(Saved data entries)
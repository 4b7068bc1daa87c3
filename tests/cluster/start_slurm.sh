#!/usr/bin/env bash
# A single-node SLURM on localhost for the cluster tests.
#
#   bash tests/cluster/start_slurm.sh start STATE_DIR   install if needed, configure, start, wait until idle
#   bash tests/cluster/start_slurm.sh stop  STATE_DIR   stop what `start` started (by the recorded PIDs)
#
# STATE_DIR receives slurm.conf, spool/state/log folders and `pids` (one "name pid" per line, only
# daemons this script started). The configuration is linked to /etc/slurm/slurm.conf because the
# executor's job step clears SLURM_* variables, so SLURM_CONF would not reach the job.
#
# Exit codes: 0 ok, 2 usage, 3 packages missing and not root (message says what to run),
#             4 a site configuration exists at /etc/slurm/slurm.conf (left alone), 5 start failed.
set -uo pipefail

PKGS=(slurmctld slurmd slurm-client munge)
CONF_LINK=/etc/slurm/slurm.conf

say() { printf '[slurm-local] %s\n' "$*" >&2; }

missing_pkgs() {
  local out=() p
  for p in "${PKGS[@]}"; do
    dpkg-query -W -f='${Status}' "$p" 2>/dev/null | grep -q "install ok installed" || out+=("$p")
  done
  echo "${out[@]:-}"
}

install_pkgs() {
  local miss; miss="$(missing_pkgs)"
  [[ -z "$miss" ]] && return 0
  if [[ "$(id -u)" != 0 ]]; then
    say "missing Debian packages: $miss"
    say "run as root: apt-get install -y --no-install-recommends -o DPkg::Lock::Timeout=300 $miss"
    exit 3
  fi
  say "apt-get install $miss"
  # shellcheck disable=SC2086
  if ! apt-get install -y -q --no-install-recommends -o DPkg::Lock::Timeout=300 $miss >/dev/null; then
    apt-get update -q -o DPkg::Lock::Timeout=300 >/dev/null
    # shellcheck disable=SC2086
    apt-get install -y -q --no-install-recommends -o DPkg::Lock::Timeout=300 $miss >/dev/null || exit 5
  fi
}

pid_alive() { [[ -n "${1:-}" ]] && kill -0 "$1" 2>/dev/null; }

wait_for_file() {  # $1 path, $2 tenths of a second
  local i
  for ((i = 0; i < $2; i++)); do [[ -s "$1" ]] && return 0; sleep 0.1; done
  return 1
}

write_conf() {
  local dir="$1" host cpus mem_mb
  host="$(hostname -s)"
  cpus="$(nproc)"
  # about 80 % of the currently free memory (MB), so the node does not promise what the machine lacks
  mem_mb="$(awk '/^MemAvailable:/ {printf "%d", $2 / 1024 * 0.8}' /proc/meminfo)"
  cat > "$dir/slurm.conf" <<EOF
# single-node SLURM for bodysweep's cluster tests (written by tests/cluster/start_slurm.sh)
ClusterName=bodysweep-local
SlurmctldHost=${host}(127.0.0.1)
SlurmUser=root
SlurmdUser=root
AuthType=auth/munge
CredType=cred/munge
MpiDefault=none
ProctrackType=proctrack/linuxproc
TaskPlugin=task/none
JobAcctGatherType=jobacct_gather/none
AccountingStorageType=accounting_storage/none
JobCompType=jobcomp/filetxt
JobCompLoc=${dir}/log/jobcomp.txt
SchedulerType=sched/backfill
SelectType=select/cons_tres
SelectTypeParameters=CR_Core_Memory
DefMemPerCPU=500
MinJobAge=300
ReturnToService=2
SlurmctldPort=6817
SlurmdPort=6818
StateSaveLocation=${dir}/state
SlurmdSpoolDir=${dir}/spool
SlurmctldPidFile=${dir}/run/slurmctld.pid
SlurmdPidFile=${dir}/run/slurmd.pid
SlurmctldLogFile=${dir}/log/slurmctld.log
SlurmdLogFile=${dir}/log/slurmd.log
SlurmctldDebug=info
SlurmdDebug=info
NodeName=${host} NodeAddr=127.0.0.1 CPUs=${cpus} RealMemory=${mem_mb} State=UNKNOWN
PartitionName=local Nodes=${host} Default=YES MaxTime=INFINITE State=UP
PartitionName=bulk Nodes=${host} Default=NO MaxTime=INFINITE State=UP
EOF
}

start() {
  local dir="$1"
  install_pkgs
  mkdir -p "$dir"/{state,spool,run,log}
  dir="$(cd "$dir" && pwd)"
  : > "$dir/pids"

  if [[ -e "$CONF_LINK" && ! -L "$CONF_LINK" ]]; then
    say "$CONF_LINK is a real file (a site configuration?); not touching it"
    exit 4
  fi
  write_conf "$dir"
  mkdir -p "$(dirname "$CONF_LINK")"
  ln -sfn "$dir/slurm.conf" "$CONF_LINK"

  # munge: reuse a running daemon on the default socket, else start one as the munge user
  if munge -n </dev/null 2>/dev/null | unmunge >/dev/null 2>&1; then
    say "munged already running; reusing it"
  else
    [[ -s /etc/munge/munge.key ]] || { runuser -u munge -- mungekey --create --keyfile=/etc/munge/munge.key || exit 5; }
    mkdir -p /run/munge && chown munge:munge /run/munge && chmod 0755 /run/munge
    # munged runs as the munge user, which cannot enter a root-only temporary folder: its log, seed
    # and PID file stay in the package's own folders
    mkdir -p /var/log/munge /var/lib/munge && chown munge:munge /var/log/munge /var/lib/munge
    rm -f /run/munge/munged.pid
    runuser -u munge -- /usr/sbin/munged --force || { say "munged did not start"; exit 5; }
    wait_for_file /run/munge/munged.pid 50 || { say "munged wrote no PID file"; exit 5; }
    echo "munged $(cat /run/munge/munged.pid)" >> "$dir/pids"
  fi

  /usr/sbin/slurmctld || { say "slurmctld did not start; see $dir/log/slurmctld.log"; exit 5; }
  wait_for_file "$dir/run/slurmctld.pid" 100 || { say "slurmctld wrote no PID file"; exit 5; }
  echo "slurmctld $(cat "$dir/run/slurmctld.pid")" >> "$dir/pids"

  /usr/sbin/slurmd || { say "slurmd did not start; see $dir/log/slurmd.log"; exit 5; }
  wait_for_file "$dir/run/slurmd.pid" 100 || { say "slurmd wrote no PID file"; exit 5; }
  echo "slurmd $(cat "$dir/run/slurmd.pid")" >> "$dir/pids"

  local i state=""
  for ((i = 0; i < 300; i++)); do
    state="$(sinfo -h -o %t 2>/dev/null | head -1)"
    [[ "$state" == idle ]] && { say "node $(hostname -s) idle after $((i / 10)).$((i % 10)) s"; return 0; }
    sleep 0.1
  done
  say "node did not become idle (state '$state'); see $dir/log/"
  exit 5
}

stop() {
  local dir="$1" name pid i
  [[ -f "$dir/pids" ]] || return 0
  # reverse order: slurmd, slurmctld, munged
  tac "$dir/pids" | while read -r name pid; do
    if pid_alive "$pid"; then
      kill -TERM "$pid" 2>/dev/null
      for ((i = 0; i < 100; i++)); do pid_alive "$pid" || break; sleep 0.1; done
      pid_alive "$pid" && kill -KILL "$pid" 2>/dev/null
    fi
  done
  : > "$dir/pids"
  if [[ -L "$CONF_LINK" && "$(readlink "$CONF_LINK")" == "$dir/slurm.conf" ]]; then
    rm -f "$CONF_LINK"
  fi
}

case "${1:-}" in
  start) [[ -n "${2:-}" ]] || { echo "usage: $0 start STATE_DIR" >&2; exit 2; }; start "$2" ;;
  stop)  [[ -n "${2:-}" ]] || { echo "usage: $0 stop STATE_DIR" >&2; exit 2; }; stop "$(cd "$2" 2>/dev/null && pwd || echo "$2")" ;;
  *) echo "usage: $0 {start|stop} STATE_DIR" >&2; exit 2 ;;
esac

EXERCISE. Return a copy of each line in the entries that carries the string "INFINITE".

RESPONSE AREA.
PartitionName=local Nodes=${host} Default=YES MaxTime=INFINITE State=UP
PartitionName=bulk Nodes=${host} Default=NO MaxTime=INFINITE State=UP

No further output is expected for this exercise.